Maternal vitamin C regulates reprogramming of DNA methylation and germline development

Stephanie P. DiTroia, Michelle Percharde, Marie Justine Guerquin, Estelle Wall, Evelyne Collignon, Kevin T. Ebata, Kathryn Mesh, Swetha Mahesula, Michail Agathokleous, Diana J. Laird, Gabriel Livera, Miguel Ramalho-Santos

Research output: Contribution to journalLetter

Abstract

Development is often assumed to be hardwired in the genome, but several lines of evidence indicate that it is susceptible to environmental modulation with potential long-term consequences, including in mammals1,2. The embryonic germline is of particular interest because of the potential for intergenerational epigenetic effects.

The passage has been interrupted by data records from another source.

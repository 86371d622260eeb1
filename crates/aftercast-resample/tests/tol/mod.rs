//! Every tolerance of the resampling tests, in one place. Monte Carlo tolerances are stated
//! in multiples of the Monte Carlo standard error (SE) at the draw counts used.
#![allow(dead_code)]

/// Rubin (1981) variance of the Bayesian-bootstrap mean: relative error of a Monte Carlo
/// variance from `RUBIN_DRAWS` draws (relative SE about 0.3% there, so 2% is > 6 SE).
pub const RUBIN_VARIANCE_REL: f64 = 0.02;
/// Draws for the Rubin checks.
pub const RUBIN_DRAWS: usize = 200_000;
/// Posterior mean vs sample mean, in units of the posterior sd (SE = sd / sqrt(draws), i.e.
/// 0.0022 sd at 200,000 draws; 0.015 sd is about 7 SE).
pub const RUBIN_MEAN_SDS: f64 = 0.015;

/// Two-sample Kolmogorov-Smirnov test level for "same distribution" checks (fixed seeds, so
/// the outcome is deterministic; the level says how unusual a pass/fail split would be).
pub const KS_ALPHA: f64 = 0.001;
/// Moments of tied vs per-unit weights: relative error of mean / variance vs Rubin's exact
/// values at `TIE_DRAWS` draws (variance relative SE about 1%, so 5% is about 5 SE).
pub const TIE_MEAN_SDS: f64 = 0.05;
/// See [`TIE_MEAN_SDS`].
pub const TIE_VARIANCE_REL: f64 = 0.05;
/// Draws per policy in the tie-aggregation checks.
pub const TIE_DRAWS: usize = 20_000;

/// Block lengths vs the `arch` package: both follow the same formulas, so only floating-point
/// summation order separates them.
pub const ARCH_BLOCK_LENGTH_REL: f64 = 1e-10;

/// Equal-tailed interval ends vs numpy.quantile (type 7 on the same draws; only rounding).
pub const NUMPY_QUANTILE_ABS: f64 = 1e-12;
/// Mean and sd of the draws vs numpy (summation order only).
pub const NUMPY_MOMENT_ABS: f64 = 1e-12;

/// Stationary bootstrap: mean length of complete blocks vs the parameter, absolute (geometric
/// sd about b; with about 130,000 blocks the SE is about 0.02 for b = 7.5, so 0.1 is 5 SE).
pub const MEAN_BLOCK_ABS: f64 = 0.1;

/// Dirichlet weights sum to one up to rounding.
pub const WEIGHT_SUM_ABS: f64 = 1e-12;

/// Bayesian-bootstrap quantile: Monte Carlo frequency of each order statistic vs the exact
/// Binomial probabilities, absolute (SE at most 0.0016 at 100,000 draws; 0.008 is 5 SE).
pub const QUANTILE_FREQ_ABS: f64 = 0.008;
/// Draws for the quantile check.
pub const QUANTILE_DRAWS: usize = 100_000;
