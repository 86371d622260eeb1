//! Observational estimators as the comparison sees them, and the two baselines this crate
//! owns: the raw difference (naive) and regression adjustment.
//!
//! Every estimator returns draws of the effect on the treated units of the observational
//! sample (treated arm of the experiment + pool controls). The baselines' uncertainty is a
//! Bayesian bootstrap: per replicate, every unit gets an Exp(1) weight (normalised within the
//! group where a group mean is taken), and the whole estimator is recomputed with those
//! weights (Rubin 1981).

use crate::error::{CalibrateError, CalibrateResult};
use aftercast_core::estimate::Inference;
use aftercast_core::units::UnitTable;
use aftercast_resample::bayes::{BayesBootstrap, exp1};
use aftercast_resample::rng::{child_seed, par_draws};
use nalgebra::{DMatrix, DVector};
use serde_json::{Map, Value};

/// What an observational estimator returns.
#[derive(Debug, Clone)]
pub struct MethodEstimate {
    /// Point estimate of the effect on the treated.
    pub point: f64,
    /// Draws of the effect (bootstrap or posterior draws).
    pub draws: Vec<f64>,
    /// Counterfactual mean of the treated per draw (for the relative effect), when defined.
    pub baseline: Option<Vec<f64>>,
    /// Estimand actually targeted ("ATT", "ATO", ...).
    pub estimand: String,
    /// Method-specific numbers for the table's `extra` fields.
    pub diagnostics: Map<String, Value>,
    /// Plain-language warnings.
    pub warnings: Vec<String>,
}

/// An observational estimator of the effect on the treated units of a unit table.
pub trait UnitEstimator: Send + Sync {
    /// Method name as shown in the table (e.g. `naive`, `regression`, `match:ipw`).
    fn name(&self) -> String;

    /// Estimate the effect on the treated of `sample` for `outcome`, adjusting for
    /// `covariates` (methods with their own covariate specification may ignore it).
    ///
    /// # Errors
    /// Whatever the method refuses; wrapped by the comparison with the method's name.
    fn estimate(
        &self,
        sample: &UnitTable,
        outcome: &str,
        covariates: &[String],
        opts: &Inference,
    ) -> CalibrateResult<MethodEstimate>;
}

pub(crate) fn outcome_of<'a>(units: &'a UnitTable, name: &str) -> CalibrateResult<&'a [f64]> {
    units.outcome(name).or_else(|| units.numeric(name)).ok_or_else(|| CalibrateError::MissingColumn {
        path: units.input.path.clone().into(),
        name: name.into(),
        what: "outcome",
    })
}

/// The raw difference of means, treated minus untreated, no adjustment at all.
#[derive(Debug, Clone, Copy, Default)]
pub struct Naive;

impl UnitEstimator for Naive {
    fn name(&self) -> String {
        "naive".into()
    }

    fn estimate(
        &self,
        s: &UnitTable,
        outcome: &str,
        _c: &[String],
        opts: &Inference,
    ) -> CalibrateResult<MethodEstimate> {
        let y = outcome_of(s, outcome)?;
        let (mut t, mut c) = (Vec::new(), Vec::new());
        for (v, &tr) in y.iter().zip(&s.treated) {
            if tr { t.push(*v) } else { c.push(*v) }
        }
        let path: std::path::PathBuf = s.input.path.clone().into();
        if t.is_empty() {
            return Err(CalibrateError::EmptyGroup { what: "treated arm", path });
        }
        if c.is_empty() {
            return Err(CalibrateError::EmptyGroup { what: "pool", path });
        }
        let point = t.iter().sum::<f64>() / t.len() as f64 - c.iter().sum::<f64>() / c.len() as f64;
        let d = BayesBootstrap::new(opts.draws, child_seed(opts.seed, "naive"))
            .two_groups(&t, &c)
            .map_err(|source| CalibrateError::Bootstrap { what: "naive difference".into(), source })?;
        Ok(MethodEstimate {
            point,
            draws: d.difference,
            baseline: Some(d.control_mean),
            estimand: "ATT".into(),
            diagnostics: Map::new(),
            warnings: Vec::new(),
        })
    }
}

/// Which regression-adjustment estimator.
#[derive(Debug, Clone, Copy, PartialEq, Eq, Default)]
pub enum RegressionKind {
    /// Coefficient of the treatment indicator in the OLS of the outcome on
    /// `1 + treated + covariates` over all units (constant-effect model).
    #[default]
    Coefficient,
    /// Outcome model fitted by OLS on the untreated only, imputed for the treated:
    /// ATT = mean over treated of `y - x'b` (no constant-effect assumption).
    Imputation,
}

/// Regression adjustment by ordinary least squares on the covariates (linear terms).
#[derive(Debug, Clone, Copy, Default)]
pub struct Regression {
    /// Which estimator.
    pub kind: RegressionKind,
}

/// Standardised covariate columns (mean 0, sd 1 over all units); a constant column is an error.
fn standardised(s: &UnitTable, covariates: &[String]) -> CalibrateResult<Vec<Vec<f64>>> {
    let mut out = Vec::with_capacity(covariates.len());
    for name in covariates {
        let v = s.numeric(name).ok_or_else(|| CalibrateError::MissingColumn {
            path: s.input.path.clone().into(),
            name: name.clone(),
            what: "covariate",
        })?;
        let n = v.len() as f64;
        let m = v.iter().sum::<f64>() / n;
        let sd = (v.iter().map(|x| (x - m).powi(2)).sum::<f64>() / n).sqrt();
        if sd.is_nan() || sd <= 0.0 {
            return Err(CalibrateError::Singular { columns: covariates.to_vec() });
        }
        out.push(v.iter().map(|x| (x - m) / sd).collect());
    }
    Ok(out)
}

/// Weighted least squares over `rows` with design columns `cols` (each indexed by unit);
/// returns `None` when `X'WX` is not positive definite.
pub(crate) fn wls(cols: &[&[f64]], y: &[f64], w: &[f64], rows: &[usize]) -> Option<DVector<f64>> {
    RowDesign::new(cols, y, rows).wls(w)
}

/// A least-squares design gathered once into rows (outcome alongside), for fits repeated
/// with new weights (bootstrap replicates).
pub(crate) struct RowDesign {
    p: usize,
    x: Vec<f64>,
    y: Vec<f64>,
}

impl RowDesign {
    pub(crate) fn new(cols: &[&[f64]], y: &[f64], rows: &[usize]) -> Self {
        let p = cols.len();
        let mut x = Vec::with_capacity(rows.len() * p);
        for &i in rows {
            x.extend(cols.iter().map(|c| c[i]));
        }
        RowDesign { p, x, y: rows.iter().map(|&i| y[i]).collect() }
    }

    /// Weighted least squares with weights `w` (one per row); `None` when `X'WX` is not
    /// positive definite.
    pub(crate) fn wls(&self, w: &[f64]) -> Option<DVector<f64>> {
        let p = self.p;
        // each entry summed over the rows in order (rows of weight 0 add nothing)
        let (lower, xty) =
            aftercast_match::linear::cross_products(p, self.y.len(), |r| &self.x[r * p..(r + 1) * p], &self.y, w);
        let xty = DVector::from_vec(xty);
        let xtx = DMatrix::<f64>::from_fn(p, p, |a, b| if b <= a { lower[a * p + b] } else { lower[b * p + a] });
        let chol = xtx.cholesky()?;
        let beta = chol.solve(&xty);
        beta.iter().all(|v| v.is_finite()).then_some(beta)
    }
}

impl UnitEstimator for Regression {
    fn name(&self) -> String {
        match self.kind {
            RegressionKind::Coefficient => "regression".into(),
            RegressionKind::Imputation => "regression-imputation".into(),
        }
    }

    fn estimate(
        &self,
        s: &UnitTable,
        outcome: &str,
        covariates: &[String],
        opts: &Inference,
    ) -> CalibrateResult<MethodEstimate> {
        let y = outcome_of(s, outcome)?;
        let n = s.len();
        let xs = standardised(s, covariates)?;
        let ones = vec![1.0; n];
        let tr: Vec<f64> = s.treated.iter().map(|&t| f64::from(u8::from(t))).collect();
        let treated: Vec<usize> = (0..n).filter(|&i| s.treated[i]).collect();
        let controls: Vec<usize> = (0..n).filter(|&i| !s.treated[i]).collect();
        let path: std::path::PathBuf = s.input.path.clone().into();
        if treated.is_empty() {
            return Err(CalibrateError::EmptyGroup { what: "treated arm", path });
        }
        if controls.is_empty() {
            return Err(CalibrateError::EmptyGroup { what: "pool", path });
        }
        let singular = || CalibrateError::Singular { columns: covariates.to_vec() };
        let kind = self.kind;
        // the least-squares design, gathered once for all replicates
        let mut cols: Vec<&[f64]> = vec![&ones];
        if kind == RegressionKind::Coefficient {
            cols.push(&tr);
        }
        cols.extend(xs.iter().map(Vec::as_slice));
        let all: Vec<usize> = treated.iter().chain(&controls).copied().collect();
        let rows = match kind {
            RegressionKind::Coefficient => RowDesign::new(&cols, y, &all),
            RegressionKind::Imputation => RowDesign::new(&cols, y, &controls),
        };
        // One replicate: weights for treated and controls (unit weights give the point).
        let one = |wt: &[f64], wc: &[f64]| -> Option<(f64, f64)> {
            let st: f64 = wt.iter().sum();
            let ybar_t = treated.iter().zip(wt).map(|(&i, w)| w * y[i]).sum::<f64>() / st;
            match kind {
                RegressionKind::Coefficient => {
                    let w: Vec<f64> = wt.iter().chain(wc).copied().collect();
                    let b = rows.wls(&w)?;
                    Some((b[1], ybar_t - b[1]))
                }
                RegressionKind::Imputation => {
                    let b = rows.wls(wc)?;
                    let pred = |i: usize| cols.iter().zip(b.iter()).map(|(c, bj)| c[i] * bj).sum::<f64>();
                    let cf = treated.iter().zip(wt).map(|(&i, w)| w * pred(i)).sum::<f64>() / st;
                    Some((ybar_t - cf, cf))
                }
            }
        };
        let (point, _) = one(&vec![1.0; treated.len()], &vec![1.0; controls.len()]).ok_or_else(singular)?;
        let reps = par_draws(child_seed(opts.seed, &self.name()), opts.draws, |_, rng| {
            let wt: Vec<f64> = (0..treated.len()).map(|_| exp1(rng)).collect();
            let wc: Vec<f64> = (0..controls.len()).map(|_| exp1(rng)).collect();
            one(&wt, &wc)
        });
        let failed = reps.iter().filter(|r| r.is_none()).count();
        let (draws, baseline): (Vec<f64>, Vec<f64>) = reps.into_iter().flatten().unzip();
        if draws.is_empty() {
            return Err(singular());
        }
        let mut diagnostics = Map::new();
        diagnostics.insert("covariates".into(), covariates.iter().map(|c| Value::from(c.as_str())).collect());
        let mut warnings = Vec::new();
        if failed > 0 {
            diagnostics.insert("singular_replicates".into(), failed.into());
            warnings.push(format!(
                "{failed} bootstrap replicates had a singular design and were dropped, so the interval rests on fewer draws: if that is many, a covariate is (nearly) constant or repeats another within a group; remove it from --covariates"
            ));
        }
        Ok(MethodEstimate {
            point,
            draws,
            baseline: Some(baseline),
            estimand: match kind {
                RegressionKind::Coefficient => "constant effect".into(),
                RegressionKind::Imputation => "ATT".into(),
            },
            diagnostics,
            warnings,
        })
    }
}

The mammalian germline undergoes extensive DNA demethylation3–7 that occurs in large part by passive dilution of methylation over successive cell divisions, accompanied by active DNA demethylation by TET enzymes3,8–10. TET activity has been shown to be modulated by nutrients and metabolites, such as vitamin C11–15. Here we show that maternal vitamin C is required for proper DNA demethylation and the development of female fetal germ cells in a mouse model. Maternal vitamin C deficiency does not affect overall embryonic development but leads to reduced numbers of germ cells, delayed meiosis and reduced fecundity in adult offspring. The transcriptome of germ cells from vitamin-C-deficient embryos is remarkably similar to that of embryos carrying a null mutation in Tet1. Vitamin C deficiency leads to an aberrant DNA methylation profile that includes incomplete demethylation of key regulators of meiosis and transposable elements. These findings reveal that deficiency in vitamin C during gestation partially recapitulates loss of TET1, and provide a potential intergenerational mechanism for adjusting fecundity to environmental conditions.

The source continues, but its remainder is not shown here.